= MATERIAL FOR THIS EXERCISE =
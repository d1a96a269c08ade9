/**
 * Access tokens: JWT (RFC 7519) signed HS256, issuer "trueround", audience "trueround-api",
 * `sub` the user id. Verification pins the algorithm list to HS256, so an unsigned
 * (`alg: none`) or differently signed token fails.
 * Refresh tokens: 32 random bytes, base64url; only their SHA-256 is stored.
 */
import { createHash, randomBytes } from 'node:crypto';
import jwt from 'jsonwebtoken';
import { z } from 'zod';

export const JWT_ISSUER = 'trueround';
export const JWT_AUDIENCE = 'trueround-api';
export const JWT_ALGORITHM = 'HS256' as const;

export interface AccessClaims {
  userId: string;
}

export function signAccessToken(userId: string, secret: string, ttlSeconds: number): string {
  return jwt.sign({}, secret, {
    algorithm: JWT_ALGORITHM,
    issuer: JWT_ISSUER,
    audience: JWT_AUDIENCE,
    subject: userId,
    expiresIn: ttlSeconds,
  });
}

const Sub = z.uuid();

/** The claims of a valid token, or null for anything else (expired, tampered, wrong alg…). */
export function verifyAccessToken(token: string, secret: string): AccessClaims | null {
  try {
    const payload = jwt.verify(token, secret, {
      algorithms: [JWT_ALGORITHM],
      issuer: JWT_ISSUER,
      audience: JWT_AUDIENCE,
    });
    if (typeof payload === 'string' || typeof payload.exp !== 'number') return null;
    const sub = Sub.safeParse(payload.sub);
    return sub.success ? { userId: sub.data } : null;
  } catch {
    return null;
  }
}

export function newRefreshToken(): string {
  return randomBytes(32).toString('base64url');
}

export function hashRefreshToken(token: string): string {
  return createHash('sha256').update(token, 'utf8').digest('hex');
}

= WORK TO BE COMPLETED =
Print out the whole of the material exactly, line for line.

= RESPONSE AREA =
repository d1a96a269c08ade9
/**
 * Access tokens: JWT (RFC 7519) signed HS256, issuer "trueround", audience "trueround-api",
 * `sub` the user id. Verification pins the algorithm list to HS256, so an unsigned
 * (`alg: none`) or differently signed token fails.
 * Refresh tokens: 32 random bytes, base64url; only their SHA-256 is stored.
 */
import { createHash, randomBytes } from 'node:crypto';
import jwt from 'jsonwebtoken';
import { z } from 'zod';

export const JWT_ISSUER = 'trueround';
export const JWT_AUDIENCE = 'trueround-api';
export const JWT_ALGORITHM = 'HS256' as const;

export interface AccessClaims {
  userId: string;
}

export function signAccessToken(userId: string, secret: string, ttlSeconds: number): string {
  return jwt.sign({}, secret, {
    algorithm: JWT_ALGORITHM,
    issuer: JWT_ISSUER,
    audience: JWT_AUDIENCE,
    subject: userId,
    expiresIn: ttlSeconds,
  });
}

const Sub = z.uuid();

/** The claims of a valid token, or null for anything else (expired, tampered, wrong alg…). */
export function verifyAccessToken(token: string, secret: string): AccessClaims | null {
  try {
    const payload = jwt.verify(token, secret, {
      algorithms: [JWT_ALGORITHM],
      issuer: JWT_ISSUER,
      audience: JWT_AUDIENCE,
    });
    if (typeof payload === 'string' || typeof payload.exp !== 'number') return null;
    const sub = Sub.safeParse(payload.sub);
    return sub.success ? { userId: sub.data } : null;
  } catch {
    return null;
  }
}

export function newRefreshToken(): string {
  return randomBytes(32).toString('base64url');
}

export function hashRefreshToken(token: string): string {
  return createHash('sha256').update(token, 'utf8').digest('hex');
}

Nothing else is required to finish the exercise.